▶ **What is expected**
From the records below, transcribe only the lines running from the one with "describe('loadJob(path) on EDF+" through the one with "expect(r.duration_s).toBeCloseTo(T.header.file_duration_s, 9);". Keep both of those end lines.

▶ **Recorded data**
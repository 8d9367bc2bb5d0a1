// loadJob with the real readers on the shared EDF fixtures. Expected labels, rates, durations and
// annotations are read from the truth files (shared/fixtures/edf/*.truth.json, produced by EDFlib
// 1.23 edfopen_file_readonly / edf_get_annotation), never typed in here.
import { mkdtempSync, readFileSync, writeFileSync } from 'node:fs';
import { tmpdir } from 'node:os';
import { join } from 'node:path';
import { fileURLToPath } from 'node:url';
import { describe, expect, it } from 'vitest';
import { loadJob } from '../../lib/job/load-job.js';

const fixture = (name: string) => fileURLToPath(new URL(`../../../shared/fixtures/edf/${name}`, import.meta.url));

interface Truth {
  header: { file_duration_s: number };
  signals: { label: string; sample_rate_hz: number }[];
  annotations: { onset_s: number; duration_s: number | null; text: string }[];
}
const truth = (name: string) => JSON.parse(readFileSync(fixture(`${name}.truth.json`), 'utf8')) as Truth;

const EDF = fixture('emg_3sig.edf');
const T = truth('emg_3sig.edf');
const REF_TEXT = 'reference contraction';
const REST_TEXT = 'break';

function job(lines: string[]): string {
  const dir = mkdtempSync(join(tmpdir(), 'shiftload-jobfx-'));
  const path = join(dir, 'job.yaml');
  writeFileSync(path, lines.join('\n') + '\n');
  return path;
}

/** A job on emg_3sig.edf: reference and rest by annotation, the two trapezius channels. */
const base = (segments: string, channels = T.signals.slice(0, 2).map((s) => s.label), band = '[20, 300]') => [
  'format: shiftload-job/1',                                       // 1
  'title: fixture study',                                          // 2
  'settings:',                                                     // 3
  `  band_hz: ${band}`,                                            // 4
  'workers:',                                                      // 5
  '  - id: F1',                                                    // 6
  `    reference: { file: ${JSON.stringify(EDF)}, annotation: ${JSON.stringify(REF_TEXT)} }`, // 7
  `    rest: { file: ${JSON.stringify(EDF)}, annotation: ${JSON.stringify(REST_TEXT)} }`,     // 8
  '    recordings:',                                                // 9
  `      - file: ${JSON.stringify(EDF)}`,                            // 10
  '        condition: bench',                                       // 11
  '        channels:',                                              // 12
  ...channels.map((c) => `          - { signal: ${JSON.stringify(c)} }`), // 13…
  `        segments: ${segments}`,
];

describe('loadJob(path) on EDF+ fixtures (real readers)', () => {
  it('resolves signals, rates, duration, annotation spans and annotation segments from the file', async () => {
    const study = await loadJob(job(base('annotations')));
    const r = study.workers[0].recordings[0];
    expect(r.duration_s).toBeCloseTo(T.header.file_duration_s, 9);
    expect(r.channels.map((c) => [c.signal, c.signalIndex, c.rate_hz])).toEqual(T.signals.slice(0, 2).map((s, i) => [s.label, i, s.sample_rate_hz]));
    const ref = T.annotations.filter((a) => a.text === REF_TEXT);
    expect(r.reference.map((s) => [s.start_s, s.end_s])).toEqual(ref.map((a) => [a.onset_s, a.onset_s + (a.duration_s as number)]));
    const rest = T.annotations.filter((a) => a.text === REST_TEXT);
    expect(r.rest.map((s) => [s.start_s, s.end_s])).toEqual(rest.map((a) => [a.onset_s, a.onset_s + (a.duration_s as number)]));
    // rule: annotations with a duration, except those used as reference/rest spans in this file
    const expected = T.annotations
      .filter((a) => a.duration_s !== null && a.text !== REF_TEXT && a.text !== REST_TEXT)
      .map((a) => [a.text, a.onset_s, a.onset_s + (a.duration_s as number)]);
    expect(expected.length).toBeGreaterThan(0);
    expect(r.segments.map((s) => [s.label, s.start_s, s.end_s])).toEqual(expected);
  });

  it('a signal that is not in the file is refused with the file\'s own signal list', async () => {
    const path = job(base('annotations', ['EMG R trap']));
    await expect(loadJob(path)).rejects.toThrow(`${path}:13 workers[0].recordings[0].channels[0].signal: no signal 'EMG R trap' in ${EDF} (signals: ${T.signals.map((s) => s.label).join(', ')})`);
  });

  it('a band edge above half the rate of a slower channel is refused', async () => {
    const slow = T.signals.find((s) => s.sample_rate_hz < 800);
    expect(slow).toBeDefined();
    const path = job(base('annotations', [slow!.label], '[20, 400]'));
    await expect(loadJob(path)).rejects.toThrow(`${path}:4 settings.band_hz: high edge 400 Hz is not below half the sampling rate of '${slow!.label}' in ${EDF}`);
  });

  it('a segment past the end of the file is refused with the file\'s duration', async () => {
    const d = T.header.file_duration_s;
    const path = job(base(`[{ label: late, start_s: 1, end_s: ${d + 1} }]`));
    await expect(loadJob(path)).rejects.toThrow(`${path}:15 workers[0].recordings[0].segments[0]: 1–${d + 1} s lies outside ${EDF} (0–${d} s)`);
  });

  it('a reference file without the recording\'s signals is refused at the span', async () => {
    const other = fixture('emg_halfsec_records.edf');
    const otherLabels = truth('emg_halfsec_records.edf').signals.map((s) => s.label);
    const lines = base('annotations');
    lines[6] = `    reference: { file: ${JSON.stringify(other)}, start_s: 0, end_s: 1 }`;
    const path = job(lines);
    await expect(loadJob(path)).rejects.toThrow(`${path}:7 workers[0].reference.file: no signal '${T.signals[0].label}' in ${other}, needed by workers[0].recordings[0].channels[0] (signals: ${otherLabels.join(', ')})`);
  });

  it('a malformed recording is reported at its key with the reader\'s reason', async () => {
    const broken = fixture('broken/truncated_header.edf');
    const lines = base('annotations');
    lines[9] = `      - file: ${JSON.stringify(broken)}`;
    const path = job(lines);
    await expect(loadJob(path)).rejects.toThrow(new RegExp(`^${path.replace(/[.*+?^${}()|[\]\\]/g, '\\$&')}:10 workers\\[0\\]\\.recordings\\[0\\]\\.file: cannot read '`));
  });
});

▶ **Solution to this task**
describe('loadJob(path) on EDF+ fixtures (real readers)', () => {
  it('resolves signals, rates, duration, annotation spans and annotation segments from the file', async () => {
    const study = await loadJob(job(base('annotations')));
    const r = study.workers[0].recordings[0];
    expect(r.duration_s).toBeCloseTo(T.header.file_duration_s, 9);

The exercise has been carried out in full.